Many paper-bound information specialists and librarians had plenty of vision. Take Raganathan. He was able to see organization completely independent of the media that represents it, well before the electronic computer. By pointing out his genius many times in the book, Weinberger contradicts himself. Or look at the work of Paul Otlet. Here’s what Wikipedia has to say about him: “His vision of a great network of knowledge was centered on documents and included the notions of hyperlinks, search engines, remote access, and social networks—although these notions were described by different names.” Then there’s Eugene Garfield, who created a reverse citation index in the early 60s–well before library automation.
The point is that the vision was apparently there in many instances. Sure, there were limitations in implementation, but there are in the digital world too.

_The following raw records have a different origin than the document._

def _without_diagonal(S: sp.csr_matrix) -> sp.csr_matrix:
    """``S`` without its diagonal and explicit zeros. A window's graph has no diagonal
    (an event never links an account to itself), and scipy's ``setdiag(0)`` on a matrix
    without one rebuilds it through COO with a slot for every node: a transient copy of
    the whole graph (several times its size, briefly), for nothing."""
    diagonal = S.diagonal()
    if diagonal.any():
        S = (S - sp.diags(diagonal, format="csr")).tocsr()
    S.eliminate_zeros()
    return S


def _leading_eigenvectors(A: sp.csr_matrix, k: int, tau: float) -> np.ndarray:
    """Leading ``k`` eigenvectors of ``D_t^{-1/2} (A + tau/n 11^T) D_t^{-1/2}``."""
    n = A.shape[0]
    degree = np.asarray(A.sum(axis=1)).ravel()
    scale = 1.0 / np.sqrt(degree + tau)
    if n < DENSE_BELOW:
        dense = A.toarray() + tau / n
        _, vectors = np.linalg.eigh(scale[:, None] * dense * scale[None, :])
        return vectors[:, ::-1][:, :k]

    def matvec(x):
        y = scale * np.asarray(x).reshape(-1)
        return scale * (A @ y + (tau / n) * y.sum())

    operator = LinearOperator((n, n), matvec=matvec, dtype=np.float64)
    values, vectors = eigsh(operator, k=k, which="LA", v0=np.ones(n), tol=1e-8)
    return vectors[:, np.argsort(-values, kind="stable")]


def community_labels(ties, n_communities: int, *, seed: int = 0) -> np.ndarray:
    """Split an undirected graph into ``n_communities`` groups (regularised spectral clustering).

    Parameters
    ----------
    ties : sparse or dense array, shape (n, n)
        Symmetric non-negative tie strengths (e.g. :func:`undirected_ties`).
    n_communities : int
        Number of communities ``k`` (>= 1).
    seed : int
        Seed of the k-means initialisation (the result is deterministic for a seed).

    Returns
    -------
    ndarray of int, shape (n,)
        Community of each node, in ``0 .. k-1``. With ``n <= k`` every node gets 0.

    Notes
    -----
    Qin & Rohe (NIPS 2013, as recalled): regularise with ``tau`` = mean degree, take the
    leading ``k`` eigenvectors, scale each row to unit length (Ng, Jordan & Weiss, NIPS
    2002) and run k-means (scikit-learn, 10 starts).
    """
    if n_communities < 1:
        raise ValueError(f"n_communities must be >= 1, got {n_communities}")
    A = sp.csr_matrix(ties, dtype=np.float64)
    n = A.shape[0]
    if n <= n_communities or n_communities == 1:
        return np.zeros(n, dtype=np.int64)
    degree = np.asarray(A.sum(axis=1)).ravel()
    tau = max(float(degree.mean()), 1e-12)
    vectors = _leading_eigenvectors(A, n_communities, tau)
    norms = np.linalg.norm(vectors, axis=1, keepdims=True)
    points = vectors / np.maximum(norms, 1e-12)
    model = KMeans(n_clusters=n_communities, n_init=10, random_state=seed)
    return model.fit_predict(points).astype(np.int64)
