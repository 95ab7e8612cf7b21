"""Suppression rules: which accounts never raise an alert, and the pattern language.

An entry is either an exact ``account`` id or an id ``pattern``. Patterns are shell-style
globs matched against the whole account id, case-sensitively (Python's
``fnmatch.fnmatchcase``):

- ``*`` matches any run of characters, including none;
- ``?`` matches exactly one character;
- ``[abc]`` matches one of the listed characters, ``[a-f]`` one in the range, ``[!abc]``
  one character not listed;
- everything else matches itself. To match a literal ``*``, ``?`` or ``[``, put it in
  brackets: ``[*]``, ``[?]``, ``[[]``.

So ``official-*`` covers ``official-help`` and ``official-news``; ``shop-??`` covers
``shop-01`` but not ``shop-001``. A pattern made only of ``*`` and ``?`` is refused: it
would silence nearly every account. Pure rules; the entries live in
:mod:`rolewatch.store.suppressions`.
"""

from __future__ import annotations

import fnmatch
import re
from collections.abc import Iterable
from dataclasses import dataclass

from rolewatch.store.schema import MAX_ACCOUNT_CHARS

KINDS = ("account", "pattern")
MAX_REASON = 500


class SuppressionError(ValueError):
    """An entry cannot be stored as given; the message says what to change."""


@dataclass(frozen=True)
class Rule:
    """One active entry: its id, kind and value."""

    id: int
    kind: str
    value: str


def check_entry(kind: str, value: str, reason: str) -> tuple[str, str]:
    """The entry's value and reason, checked; :class:`SuppressionError` otherwise."""
    if kind not in KINDS:
        raise SuppressionError(f"kind must be account or pattern, not {kind!r}")
    if not value or len(value) > MAX_ACCOUNT_CHARS:
        raise SuppressionError(f"the {kind} needs 1 to {MAX_ACCOUNT_CHARS} characters")
    if any(ord(ch) < 32 or ord(ch) == 127 for ch in value):
        raise SuppressionError(f"the {kind} must not hold control characters")
    if kind == "pattern" and not value.strip("*?"):
        raise SuppressionError(
            "a pattern of only * and ? would silence nearly every account; name part of the "
            "id, like official-*"
        )
    reason = reason.strip()
    if not reason or len(reason) > MAX_REASON:
        raise SuppressionError(f"a suppression needs a reason of 1 to {MAX_REASON} characters")
    if any(ord(ch) < 32 and ch not in "\n\t" or ord(ch) == 127 for ch in reason):
        raise SuppressionError("the reason must not hold control characters")
    return value, reason


class Matcher:
    """The active rules, ready to test account ids: exact ids by lookup, patterns compiled
    once. ``match`` returns the id of the first (oldest) rule that covers the account."""

    def __init__(self, rules: Iterable[Rule]) -> None:
        ordered = sorted(rules, key=lambda rule: rule.id)
        self._exact: dict[str, int] = {}
        for rule in ordered:
            if rule.kind == "account":
                self._exact.setdefault(rule.value, rule.id)
        self._patterns = [
            (rule.id, re.compile(fnmatch.translate(rule.value)))
            for rule in ordered
            if rule.kind == "pattern"
        ]

    def match(self, account: str) -> int | None:
        found = [self._exact[account]] if account in self._exact else []
        found += [rule_id for rule_id, regex in self._patterns if regex.match(account)]
        return min(found) if found else None


def covers(kind: str, value: str, account: str) -> bool:
    """True when the entry ``(kind, value)`` covers ``account``."""
    if kind == "account":
        return value == account
    return fnmatch.fnmatchcase(account, value)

I believe it was the GOALS of librarians that limited their foresight. Namely, library systems were created by librarians and primarily for librarians. They are traditionally very content-centered and not user-centered. For instance, what library patron really cares about the dimensions of a book or CD when searching for information? Yet this information is meticulously recorded by librarians as a rule of thumb. The bottom line is that libraries simply are not user-friendly systems.
Perhaps this is subtle and not-so-clear distinction, but one that still exists in my opinion: the vision was there, but the goals were off. Maybe this is what Weinberger was expressing, or maybe it’s really the same thing. In any event, there were visionaries in information organization before the digital world took over, as Weinberger himself points out.